» **Exercise description**
Once you have located the line containing "diagonal = np.diagonal(smoother.gram)" in the material below, return it exactly along with each line after it through the line containing "while done <".

» **Task material**

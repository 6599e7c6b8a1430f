"""Exchanged labels: the pair of samples whose values, exchanged, fit the spectra far better.

For each pair the two values are exchanged and PRESS (the sum of squared left-out errors) is computed again, with the
best strength of the ridge before and after. The statistic is ::

    S = log( smallest PRESS after mending any one value / smallest PRESS after exchanging any one pair )

Mending one value (replacing it by what suits the spectra best) is the rival explanation: one wrong value also improves
by an exchange with a sample half-way, but better by mending. A true exchange leaves two wrong values, of which mending
helps one only.

What S is by chance is simulated: values as the spectra explain them, plus errors drawn from those found. It stops as
soon as it is plain that chance reaches the observed S too often (Besag & Clifford 1991, from memory).
"""

from collections.abc import Sequence
from dataclasses import dataclass

import numpy as np

from quant.arrays import FloatArray, IntArray
from quant.inspection.left_out import Smoother, best_smoother, studentised

FEWEST = 8  # samples
SIMULATIONS = 499
MOST_NUMBERS = 500_000  # in one array of pairs: stays in the cache
MOST_PAIRS = 5  # exchanged pairs looked for, one after the other


@dataclass(frozen=True)
class Exchange:
    """A pair of samples whose labels are probably exchanged.

    Attributes
    ----------
    first, second : int
        Positions of the samples.
    p : float
        Share of simulated clean sets that look as bad.
    before, after : float
        Root mean square left-out error as the values are, and with the pair exchanged. [unit of the analyte]
    """

    first: int
    second: int
    p: float
    before: float
    after: float


def find_exchanges(
    smoothers: Sequence[Smoother], values: FloatArray, false_alarm: float, seed: int = 0
) -> tuple[list[Exchange], FloatArray]:
    """Return pairs that are probably exchanged, the plainest first, and the values with these exchanges undone.

    Parameters
    ----------
    smoothers : sequence of Smoother
        Of the samples' spectra.
    values : array of shape (n,)
        Reference values. [unit of the analyte]
    false_alarm : float
        Share of clean sets in which a pair may be named.
    seed : int
        Of the simulation.
    """
    found: list[Exchange] = []
    current = values
    if values.size < FEWEST or not smoothers or np.ptp(values) == 0:
        return found, current
    rng = np.random.default_rng(seed)
    while len(found) < MOST_PAIRS:
        statistic, (i, j) = exchange_statistic(smoothers, current)
        swapped = current.copy()
        swapped[[i, j]] = current[[j, i]]
        if statistic <= 0:
            break
        p = _chance(smoothers, swapped, statistic, false_alarm, rng)
        if p > false_alarm:
            break
        found.append(Exchange(i, j, p, _root(smoothers, current), _root(smoothers, swapped)))
        current = swapped
    return found, current


def exchange_statistic(smoothers: Sequence[Smoother], values: FloatArray) -> tuple[float, tuple[int, int]]:
    """Return S (see the module) and the best pair, for values of shape (n,)."""
    statistics, places = _statistics(smoothers, values[None, :])
    i, j = divmod(int(places[0]), values.size)
    return float(statistics[0]), (min(i, j), max(i, j))


def _statistics(smoothers: Sequence[Smoother], rows: FloatArray) -> tuple[FloatArray, IntArray]:
    """Return S and the place i·n + j of the best pair for each row of values, shape (m, n)."""
    m = len(rows)
    mended, exchanged = np.full(m, np.inf), np.full(m, np.inf)
    places = np.zeros(m, dtype=np.intp)
    difference = rows[:, None, :] - rows[:, :, None]  # what is added to i and taken from j when they exchange
    for smoother in smoothers:
        diagonal = np.diagonal(smoother.gram)
        slope = rows @ smoother.gram
        press = np.einsum("mn,mn->m", rows, slope)
        mended = np.minimum(mended, press - np.max(slope**2 / diagonal, axis=1))
        # |M(y + d(u_i − u_j))|² = PRESS + 2d(g_i − g_j) + d²(A_ii + A_jj − 2A_ij), g = M'M·y, A = M'M
        after = difference * (diagonal[:, None] + diagonal[None, :] - 2 * smoother.gram)
        after += 2 * (slope[:, :, None] - slope[:, None, :])
        after *= difference
        flat = after.reshape(m, -1)
        place = np.argmin(flat, axis=1)
        least = press + flat[np.arange(m), place]
        places = np.where(least < exchanged, place, places)
        exchanged = np.minimum(least, exchanged)
    tiny = np.finfo(float).tiny
    return np.log(np.maximum(mended, tiny)) - np.log(np.maximum(exchanged, tiny)), places


def _chance(
    smoothers: Sequence[Smoother],
    mended: FloatArray,
    statistic: float,
    false_alarm: float,
    rng: np.random.Generator,
) -> float:
    """Share of simulated clean sets whose S is as large; stops when it is plainly above the false-alarm rate."""
    best = best_smoother(smoothers, mended)
    fitted, errors = best.hat @ mended, studentised(best, mended)
    # Drawn errors have the variance Σr²/(n − freedom) of the fit's residuals r.
    variance = float(np.sum((mended - fitted) ** 2)) / max(mended.size - best.freedom, 1.0)
    errors = errors - errors.mean()
    errors *= np.sqrt(variance / max(float(np.mean(errors**2)), np.finfo(float).tiny))
    enough = int(false_alarm * (SIMULATIONS + 1)) + 1
    together = max(1, min(25, MOST_NUMBERS // mended.size**2))
    as_large = done = 0
    while done < SIMULATIONS:
        count = min(together, SIMULATIONS - done)
        drawn = fitted + rng.choice(errors, (count, errors.size))
        as_large += int(np.sum(_statistics(smoothers, drawn)[0] >= statistic))
        done += count
        if as_large >= enough:
            return as_large / done
    return (as_large + 1) / (SIMULATIONS + 1)


def _root(smoothers: Sequence[Smoother], values: FloatArray) -> float:
    return float(np.sqrt(min(np.mean((each.errors @ values) ** 2) for each in smoothers)))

» **Your response**
        diagonal = np.diagonal(smoother.gram)
        slope = rows @ smoother.gram
        press = np.einsum("mn,mn->m", rows, slope)
        mended = np.minimum(mended, press - np.max(slope**2 / diagonal, axis=1))
        # |M(y + d(u_i − u_j))|² = PRESS + 2d(g_i − g_j) + d²(A_ii + A_jj − 2A_ij), g = M'M·y, A = M'M
        after = difference * (diagonal[:, None] + diagonal[None, :] - 2 * smoother.gram)
        after += 2 * (slope[:, :, None] - slope[:, None, :])
        after *= difference
        flat = after.reshape(m, -1)
        place = np.argmin(flat, axis=1)
        least = press + flat[np.arange(m), place]
        places = np.where(least < exchanged, place, places)
        exchanged = np.minimum(least, exchanged)
    tiny = np.finfo(float).tiny
    return np.log(np.maximum(mended, tiny)) - np.log(np.maximum(exchanged, tiny)), places


def _chance(
    smoothers: Sequence[Smoother],
    mended: FloatArray,
    statistic: float,
    false_alarm: float,
    rng: np.random.Generator,
) -> float:
    """Share of simulated clean sets whose S is as large; stops when it is plainly above the false-alarm rate."""
    best = best_smoother(smoothers, mended)
    fitted, errors = best.hat @ mended, studentised(best, mended)
    # Drawn errors have the variance Σr²/(n − freedom) of the fit's residuals r.
    variance = float(np.sum((mended - fitted) ** 2)) / max(mended.size - best.freedom, 1.0)
    errors = errors - errors.mean()
    errors *= np.sqrt(variance / max(float(np.mean(errors**2)), np.finfo(float).tiny))
    enough = int(false_alarm * (SIMULATIONS + 1)) + 1
    together = max(1, min(25, MOST_NUMBERS // mended.size**2))
    as_large = done = 0
    while done < SIMULATIONS:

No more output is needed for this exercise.